Non si tratta della prima volta che i due si incontrano.  «Il Papa ed Emma Bonino si erano incontrati più volte negli anni scorsi intessendo un dialogo soprattutto sul tema dei migranti. Tanto che Francesco nel 2016 aveva detto che Bonino “ha offerto il miglior servizio all’Italia per conoscere l’Africa”» continua Avvenire.

 

Non ci è chiaro cosa avrebbe fatto la Bonino per l’Africa: sappiamo che per un periodo si era trasferita al Cairo, dove si diceva stesse studiando l’arabo; qualche cristiano copto incontrato in quegli anni rivelò inquietudine per la presenza in Egitto negli anni turbolenti della «Primavera Araba» della Bonino, notoriamente legata al finanziere internazionale Giorgio Soros, al punto da essere tra gli happy few invitati al suo terzo matrimonio anni fa.

 

Ma ci sono ancora più episodi: chi scrive ricorda l’oltraggio di tanti sostenitori che, recatisi alla Marcia per la Vita il 10 maggio 2015 – camminata che per qualche ragione terminava a San Pietro con l’Angelus del Bergoglio che la snobbava – si ritrovavano sui giornali, l’indomani, la foto della Bonino col turbante che abbracciava il pontefice in Vaticano ad una qualche iniziativa per i bambini.
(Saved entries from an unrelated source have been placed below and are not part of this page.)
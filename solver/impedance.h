// SPDX-License-Identifier: Apache-2.0
/// @file
/// Series impedances of runs, conductor by conductor, at the temperatures of a condition.
#pragma once

#include <Eigen/Core>
#include <complex>
#include <vector>

#include "models/network.h"
#include "solver/results.h"

namespace sunder::solver {

using Complex = std::complex<double>;

/// Impedances among L1 L2 L3 N PE [ohm]; an absent conductor has a zero row and column and is told
/// by the ConductorSet beside it.
using ConductorMatrix = Eigen::Matrix<Complex, 5, 5>;

/// Temperature a strand is taken at [degC]: 20 in the maximum; in the minimum by its place: the
/// insulation limit inside a cable, the rule set's armour or conduit temperature, ambient for a
/// conductor run separately; by IEC 60909 the final temperature of its k.
/// Source: design rule of the conditions; armour temperatures with the rule set's data.
[[nodiscard]] double strand_degc(const models::Network& network, const models::Cable& cable,
                                 const models::Strand& strand, Condition condition) noexcept;

/// Impedance of one strand per metre [ohm/m]:
///
///     z = r20 (1 + alpha (theta - 20)) f + j x
///
/// f is the rule set's armour factor in the minimum, 1 otherwise.
[[nodiscard]] Complex strand_impedance(const models::Network& network, const models::Cable& cable,
                                       const models::Strand& strand, Condition condition) noexcept;

/// Protective path of a cable per metre [ohm/m]: its strands in parallel. Zero where there is none.
[[nodiscard]] Complex protective_impedance(const models::Network& network, const models::Cable& cable,
                                           Condition condition) noexcept;

/// Greatest share of the protective current that each strand carries over both conditions, 0..1.
[[nodiscard]] std::vector<double> protective_shares(const models::Network& network, const models::Cable& cable);

/// Series impedance matrix of a run [ohm].
/// @param length       [m], >= 0
/// @param in_parallel  equal cables side by side, >= 1
/// @param pen          the neutral conductor serves as PEN: N and PE share it
[[nodiscard]] ConductorMatrix run_matrix(const models::Network& network, const models::Cable& cable, double length,
                                         int in_parallel, bool pen, Condition condition) noexcept;

}  // namespace sunder::solver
Più che ai bambini trucidati nel grembo materno, al papa interessavano i bambini dell’iniziativa «Fabbrica della pace» da presentare alla FAO.

 

Ora, siccome non lo fa Avvenire, tocca a noi ricordarci come i cattolici ricordano la Bonino – vera, grande eroina del feticidio in Italia, ben prima che esso fosse legalizzato dalla legge 194/78.

 

Neera Fallaci, sorella minore della più famosa Oriana, nel 1976 intervistava la giovine Bonino per la rivista Oggi: «tra il febbraio e la fine di dicembre del 1975, gli interventi per aborto del CISA [Centro Italiano Sterilizzazione ed Aborto, il nome preso dalla villa per volontà di Marco Pannella, ndr] sono stati 10.141».

 

Secondo quanto riportato, agli aborti la Bonino provvede di persona – ciò sarebbe dimostrato da una oramai notissima fotografia che circola da decenni, per l’aborto la Bonino si serviva di uno strumento fai-da-te, la pompa di una bicicletta.

 

Il bambino abortito prima di finire nella spazzatura veniva aspirato dentro un vasetto della marmellata opportunamente svuotato: «alle donne non importa nulla che io non usi un vaso acquistato in un negozio di sanitari, anzi, è un buon motivo per farsi quattro risate».

 

Come noto, sugli aborti di quel tempo scrisse un libro-manuale l’attuale ministro della Famiglia del governo Meloni Eugenia Roccella, l’indimenticato Aborto Facciamolo da noi. La Roccella è poi entrata in tutt’altro giro, quel sempiterno network democristiano di vescovi Family Day che è riuscito ad infiltrarsi anche nell’attuale compagine di governo. Resta il fatto che l’abolizione della 194 non è reclamata né dal ministro né da vari minion del sedicente mondo pro-life italiano.

 

I racconti del pre-1978 – prima della legalizzazione dell’aborto in Italia con la 194 – descrivevano una bella villa sui colli, dove un ginecologo a nome Giorgio Conciani eseguiva clandestinamente aborti in quantità. Il Conciani dopo aver allargato il campo con battaglie per l’eutanasia, finirà radiato dall’ordine dei medici e poi suicida, impiccato in cantina, nel 1997.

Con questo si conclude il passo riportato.